Well done man, can't wait to hear more!


----------



## GATA4 (Oct 24, 2011)

So, after having cycled through your album a good few times, I have to say it's a toss up between Messier Object, Double Helix, and Multiverse Pt. III: Alternate Realities as my favorite song. Messier Object is just so melodic and dynamic, Double Helix makes me want to jump around on my bed and have a pillow fight, and I just groove like a madman to Multiverse Pt. III (and the beginning just sends chills down my back). My hat is off to you dude...


----------



## ryanoddi (Oct 24, 2011)

GATA4 said:


> I just groove like a madman to Multiverse Pt. III (and the beginning just sends chills down my back).



Found myself doing the same thing this morning when I got out of the shower haha


----------



## C2Aye (Oct 25, 2011)

Pengu said:


> I woke up this morning and saw this literally half an hour before i had to leave for school, downloaded the album, couldn't stop listening to it the whole day and showed basically everyone
> Seriously amazing work dude, the tone is soo sick and I loovee how you based the songs on physic/astronomy stuff.
> 
> Well done man, can't wait to hear more!



Thank you so much man, I'm really glad that you enjoyed the album and a huge thanks for sharing it with all your friends  

And you gotta love some physics 



GATA4 said:


> So, after having cycled through your album a good few times, I have to say it's a toss up between Messier Object, Double Helix, and Multiverse Pt. III: Alternate Realities as my favorite song. Messier Object is just so melodic and dynamic, Double Helix makes me want to jump around on my bed and have a pillow fight, and I just groove like a madman to Multiverse Pt. III (and the beginning just sends chills down my back). My hat is off to you dude...



Awesome  

Pillow fight to Double Helix? Definitely sounds better than doing my lab work 



ryanoddi said:


> Found myself doing the same thing this morning when I got out of the shower haha



Multiverse III was basically my attempt to write an indie pop song mashed with Dream Theater or something like that, I'm glad you guys like it!

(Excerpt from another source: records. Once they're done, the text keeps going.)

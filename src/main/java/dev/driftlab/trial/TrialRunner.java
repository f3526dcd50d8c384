package dev.driftlab.trial;

import dev.driftlab.evaluation.EpisodeRules;
import dev.driftlab.evaluation.RunTrace;
import dev.driftlab.evaluation.TrialEnd;
import dev.driftlab.evaluation.TrialOutcome;
import dev.driftlab.geometry.Bounds;
import dev.driftlab.geometry.FreeSpace;
import dev.driftlab.geometry.GridMap;
import dev.driftlab.geometry.Pose;
import dev.driftlab.localizer.Hypothesis;
import dev.driftlab.localizer.LocalizerFailure;
import dev.driftlab.localizer.MapViews;
import dev.driftlab.localizer.ParticleSet;
import dev.driftlab.localizer.TrialLocalizer;
import dev.driftlab.localizer.UpdateReport;
import dev.driftlab.recording.ChunkSink;
import dev.driftlab.recording.Frame;
import dev.driftlab.recording.FrameHypothesis;
import dev.driftlab.recording.FrameRecorder;
import dev.driftlab.recording.FrameSink;
import dev.driftlab.scenario.LocalizerSettings;
import dev.driftlab.scenario.Scenario;
import dev.driftlab.scenario.SettingsVariant;
import dev.driftlab.sim.EventKind;
import dev.driftlab.sim.RangeScan;
import dev.driftlab.sim.RunSummary;
import dev.driftlab.sim.SimEvent;
import dev.driftlab.sim.SimListener;
import dev.driftlab.sim.SimOptions;
import dev.driftlab.sim.Simulator;
import dev.driftlab.site.BelievedMap;
import dev.driftlab.site.CompiledSite;
import dev.driftlab.site.SiteCompiler;
import java.util.ArrayList;
import java.util.List;
import java.util.Map;
import java.util.concurrent.ConcurrentHashMap;
import java.util.function.BooleanSupplier;
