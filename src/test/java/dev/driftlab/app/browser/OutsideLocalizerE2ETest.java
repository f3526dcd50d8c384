package dev.driftlab.app.browser;

import static org.assertj.core.api.Assertions.assertThat;

import java.nio.file.Path;
import java.time.Duration;
import org.junit.jupiter.api.AfterEach;
import org.junit.jupiter.api.BeforeEach;
import org.junit.jupiter.api.Tag;
import org.junit.jupiter.api.Test;
import org.openqa.selenium.By;
import org.openqa.selenium.WebDriver;
import org.openqa.selenium.WebElement;
import org.openqa.selenium.support.ui.Select;
import org.openqa.selenium.support.ui.WebDriverWait;
import org.springframework.boot.test.context.SpringBootTest;
import org.springframework.boot.test.web.server.LocalServerPort;

/**
 * The example dead-reckoning localizer on a team server, as its users meet it: the administrator
 * lists it by name; in the browser the run form offers it, a run of the kidnap sample judges it,
 * the batch report names it and shows it failing the recovery gate (dead reckoning cannot notice
 * being carried), the player says the particles were not reported instead of showing none, and
 * the workers page shows which process offers it.
 */
@Tag("e2e")
@SpringBootTest(
        webEnvironment = SpringBootTest.WebEnvironment.RANDOM_PORT,
        properties = {
            "driftlab.localizers.dead-reckoning.command='${java.home}/bin/java'"
                    + " sample-projects/localizers/DeadReckoning.java",
            "driftlab.localizers.dead-reckoning.description=odometry only"
        })
class OutsideLocalizerE2ETest {

    @LocalServerPort
    int port;

    private WebDriver browser;

    @BeforeEach
    void open() {
        browser = Browser.open(1280, 900);
    }

    @AfterEach
    void close() {
        if (browser != null) {
            browser.quit();
        }
    }

    @Test
    void runFormOffersTheListedLocalizer_andItsReportPlayerAndWorkersPageShowIt() throws Exception {
        String base = "http://localhost:" + port;
        String edit = KidnapRuns.post(base + "/api/samples/storage-hall-kidnap.json/copy", "")
                .get("editToken")
                .asString();
        browser.get(base + "/s/" + edit);

        Select localizer = new Select(browser.findElement(By.id("localizer")));
        assertThat(localizer.getOptions())
                .extracting(WebElement::getText)
                .containsExactly("built-in Monte Carlo localizer", "outside: dead-reckoning");
        // the command stays on the server
        assertThat(browser.getPageSource()).doesNotContain("DeadReckoning.java");
        assertThat(Axe.serious(browser))
                .as("axe-core on the scenario page with the run form")
                .isEmpty();
        localizer.selectByVisibleText("outside: dead-reckoning");
        WebElement seeds = browser.findElement(By.id("seedCount"));
        seeds.clear();
        seeds.sendKeys("1");
        browser.findElement(By.cssSelector("#runs input[name=recordFrames]")).click();
        for (WebElement v : browser.findElements(By.cssSelector("#runs input[name=variants]"))) {
            if (!v.isSelected()) {
                v.click();
            }
        }
        browser.findElement(By.cssSelector("#runs form button[type=submit]")).click();

        // both variants' runs, named with their localizer, until their results are there
        new WebDriverWait(browser, Duration.ofMinutes(4))
                .until(d -> d.findElements(By.xpath("//div[@id='runs']//a[normalize-space()='batch']"))
                                .size()
                        == 2);
        String runs = browser.findElement(By.id("runs")).getText();
        assertThat(runs).contains("base, localizer dead-reckoning").contains("no injection, localizer dead-reckoning");

        browser.findElement(By.xpath("//div[@id='runs']//a[normalize-space()='batch']"))
                .click();
        String report = browser.findElement(By.tagName("body")).getText();
        assertThat(report)
                .contains("dead-reckoning")
                .contains("Answer time per scan")
                .contains("Simulation results do not certify safety");
        // the recovery gate of the base variant fails, in words, not by colour alone
        WebElement recovers = browser.findElements(By.cssSelector("table.gates tbody tr")).stream()
                .filter(tr ->
                        tr.getText().startsWith("recovers") && tr.getText().contains("base"))
                .findFirst()
                .orElseThrow(() -> new AssertionError("no recovery gate row of base: " + report));
        assertThat(recovers.getText()).containsIgnoringCase("fail");
        assertThat(Axe.serious(browser)).as("axe-core on the batch report").isEmpty();
        Browser.screenshot(browser, "outside-localizer-report");

        // the player: the localizer sent no particles, and says so
        browser.get(base + "/s/" + edit);
        browser.findElement(By.xpath("//div[@id='runs']//a[normalize-space()='player']"))
                .click();
        new WebDriverWait(browser, Duration.ofSeconds(60))
                .until(d -> "true".equals(d.findElement(By.id("player")).getDomAttribute("data-ready")));
        assertThat(browser.findElement(By.tagName("body")).getText()).contains("not reported by the localizer");

        // the workers page: this process offers it
        browser.get(base + "/workers");
        assertThat(browser.findElement(By.tagName("table")).getText()).contains("dead-reckoning");
        assertThat(Axe.serious(browser)).as("axe-core on the workers page").isEmpty();
        assertThat(Path.of("sample-projects/localizers/DeadReckoning.java")).exists();
    }
}
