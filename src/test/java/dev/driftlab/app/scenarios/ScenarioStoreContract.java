package dev.driftlab.app.scenarios;

import static org.assertj.core.api.Assertions.assertThat;
import static org.assertj.core.api.Assertions.assertThatThrownBy;

import dev.driftlab.app.scenarios.persistence.ScenarioRepository;
import dev.driftlab.app.sharing.Access;
import dev.driftlab.app.sharing.ShareLinks;
import dev.driftlab.app.sharing.persistence.ShareLinkRepository;
import dev.driftlab.scenario.Door;
import dev.driftlab.scenario.DoorState;
import dev.driftlab.scenario.Scenario;
import dev.driftlab.scenario.ScenarioJson;
import dev.driftlab.scenario.Scenarios;
import dev.driftlab.scenario.SitePlan;
import java.util.ArrayList;
import java.util.List;
import java.util.concurrent.Callable;
import java.util.concurrent.CountDownLatch;
import java.util.concurrent.ExecutorService;
import java.util.concurrent.Executors;
import java.util.concurrent.Future;
import java.util.concurrent.TimeUnit;
import org.junit.jupiter.api.Test;
import org.springframework.beans.factory.annotation.Autowired;
import org.springframework.context.annotation.Import;
import org.springframework.transaction.annotation.Propagation;
import org.springframework.transaction.annotation.Transactional;

/**
 * What the scenario store must do on every supported database: revisions, conflicts, refusals,
 * links, samples, duplicates and comparison. Run on H2 and on PostgreSQL by the subclasses.
 */
@Import({ScenarioStore.class, ScenarioRepository.class, ShareLinks.class, ShareLinkRepository.class})
@Transactional(propagation = Propagation.NOT_SUPPORTED)
abstract class ScenarioStoreContract {

    @Autowired
    ScenarioStore store;

    @Autowired
    ShareLinks links;

    @Autowired
    ScenarioRepository repository;

    static String doc(String name) {
        return Scenarios.corridor().withName(name).json();
    }

    @Test
    void create_storesRevisionOne_andIssuesViewAndEditLinks() {
        ScenarioStore.Created c = store.create(doc("First"), "Ana", "start");

        ScenarioStore.ScenarioView v = store.view(c.scenarioId());
        assertThat(v.head().name()).isEqualTo("First");
        assertThat(v.latest().number()).isEqualTo(1);
        assertThat(v.latest().author()).isEqualTo("Ana");
        assertThat(links.require(c.editToken()).access()).isEqualTo(Access.EDIT);
        assertThat(links.require(c.viewToken()).access()).isEqualTo(Access.VIEW);
        assertThat(c.editToken()).hasSize(43).matches("[A-Za-z0-9_-]+");
    }

    @Test
    void save_onLatestRevision_addsTheNextRevision_andKeepsTheOldOne() {
        ScenarioStore.Created c = store.create(doc("Before"), "Ana", "start");

        int n = store.save(c.scenarioId(), 1, doc("After"), "Ben", "renamed");

        assertThat(n).isEqualTo(2);
        assertThat(store.view(c.scenarioId()).head().name()).isEqualTo("After");
        assertThat(store.history(c.scenarioId())).extracting(r -> r.number()).containsExactly(2, 1);
        assertThat(store.document(c.scenarioId(), 1)).contains("\"Before\"");
    }

    @Test
    void save_onStaleRevision_isRefusedWithConflict_andStoresNothing() {
        ScenarioStore.Created c = store.create(doc("Base"), "Ana", "start");
        store.save(c.scenarioId(), 1, doc("Ana's change"), "Ana", "first");

        assertThatThrownBy(() -> store.save(c.scenarioId(), 1, doc("Ben's change"), "Ben", "late"))
                .isInstanceOf(RevisionConflict.class)
                .hasMessageContaining("revision 1")
                .hasMessageContaining("revision 2 (by Ana)");
        assertThat(store.history(c.scenarioId())).hasSize(2);
        assertThat(store.view(c.scenarioId()).head().name()).isEqualTo("Ana's change");
    }

    @Test
    void twoConcurrentSaves_onTheSameRevision_giveExactlyOneWinner() throws Exception {
        for (int round = 0; round < 5; round++) {
            ScenarioStore.Created c = store.create(doc("Race " + round), "Ana", "start");
            CountDownLatch go = new CountDownLatch(1);
            ExecutorService pool = Executors.newFixedThreadPool(2);
            try {
                List<Future<String>> outcomes = new ArrayList<>();
                for (String who : List.of("Ana", "Ben")) {
                    Callable<String> save = () -> {
                        go.await();
                        try {
                            store.save(c.scenarioId(), 1, doc(who + " wins"), who, "race");
                            return "saved";
                        } catch (RevisionConflict e) {
                            return "conflict";
                        }
                    };
                    outcomes.add(pool.submit(save));
                }
                go.countDown();
                List<String> results = new ArrayList<>();
                for (Future<String> f : outcomes) {
                    results.add(f.get(30, TimeUnit.SECONDS));
                }
                assertThat(results).containsExactlyInAnyOrder("saved", "conflict");
                assertThat(store.history(c.scenarioId())).hasSize(2);
            } finally {
                pool.shutdownNow();
            }
        }
    }

    @Test
    void create_withInvalidDocument_isRefusedWithEveryProblem_andStoresNothing() {
        long before = repository.count();

        assertThatThrownBy(() -> store.create("{\"format\": \"driftlab-scenario/1\", \"name\": 3}", "Ana", ""))
                .isInstanceOfSatisfying(
                        ScenarioRefused.class,
                        e -> assertThat(e.problems())
                                .isNotEmpty()
                                .allSatisfy(p -> assertThat(p.path()).isNotBlank()));
        assertThatThrownBy(() -> store.create("not json at all", "Ana", "")).isInstanceOf(ScenarioRefused.class);
        assertThat(repository.count()).isEqualTo(before);
    }

    @Test
    void seedSample_loadsEachFileOnce() {
        String file = "test-sample-" + System.nanoTime() + ".json";

        assertThat(store.seedSample(file, doc("Seeded"))).isPresent();
        assertThat(store.seedSample(file, doc("Seeded"))).isEmpty();
    }

    @Test
    void duplicate_copiesTheLatestRevision_intoANewScenarioWithItsOwnLinks() {
        ScenarioStore.Created c = store.create(doc("Original"), "Ana", "start");

        ScenarioStore.Created copy = store.duplicate(c.scenarioId(), "Ben");

        assertThat(copy.scenarioId()).isNotEqualTo(c.scenarioId());
        assertThat(store.view(copy.scenarioId()).head().name()).isEqualTo("Copy of Original");
        assertThat(copy.editToken()).isNotEqualTo(c.editToken());
    }

    @Test
    void reissue_retiresTheOldToken_andRevoke_closesTheLink() {
        ScenarioStore.Created c = store.create(doc("Shared"), "Ana", "start");

        String fresh = links.reissue(c.scenarioId(), Access.VIEW);
        links.revoke(c.scenarioId(), Access.EDIT);

        assertThat(links.resolve(c.viewToken())).isEmpty();
        assertThat(links.resolve(fresh)).isPresent();
        assertThat(links.resolve(c.editToken())).isEmpty();
        assertThat(links.current(c.scenarioId()).edit()).isEmpty();
    }

    @Test
    void compare_reportsChangesBySection() {
        Scenario a = Scenarios.corridor().withName("Compare me").build();
        List<Door> doors = new ArrayList<>();
        for (Door d : a.site().doors()) {
            doors.add(new Door(d.id(), d.room(), d.wall(), d.along(), d.width(), d.mapped(), DoorState.CLOSED));
        }
        Scenario b = new Scenario(
                "Compare me, door shut",
                a.description(),
                new SitePlan(
                        a.site().rooms(),
                        doors,
                        a.site().fixtures(),
                        a.site().floorZones(),
                        a.site().clutter()),
                a.robot(),
                a.rangefinder(),
                a.route(),
                a.faults(),
                a.localizer(),
                a.variants(),
                a.gates());
        ScenarioStore.Created c = store.create(ScenarioJson.write(a), "Ana", "start");
        store.save(c.scenarioId(), 1, ScenarioJson.write(b), "Ana", "door shut");

        RevisionDiff diff = store.compare(c.scenarioId(), 1, 2);

        assertThat(diff.changedSections())
                .extracting(RevisionDiff.Section::title)
                .containsExactly("Name and description", "Doors");
        RevisionDiff.Change door = diff.changedSections().get(1).changes().get(0);
        assertThat(door.kind()).isEqualTo(RevisionDiff.Kind.CHANGED);
        assertThat(door.path()).isEqualTo("site.doors[\"side-door\"].actual");
        assertThat(store.compare(c.scenarioId(), 1, 1).identical()).isTrue();
    }
}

More feedback would be uber awesome, and please please share the album with everyone that you can!


----------



## mgh (Oct 26, 2011)

Had a chance to listen to this...wow. Just wow. Amazing riffs, chops, production, everything is pro quality, congrats.


----------



## WishIwasfinnish (Oct 26, 2011)

Incredibly good stuff man! Such great playing and production, when is the tour?


----------



## Heyitstahtoneguy (Oct 26, 2011)

Do you prefer to use the Legion over the Lecto? What are the knobs at?? Cause i would never thought a nice tone like yours could escape through it!!! Man you lead playing is making me smile ahaha. Keep up this most awesome work! Donating what i can!


----------



## C2Aye (Oct 27, 2011)

mgh said:


> Had a chance to listen to this...wow. Just wow. Amazing riffs, chops, production, everything is pro quality, congrats.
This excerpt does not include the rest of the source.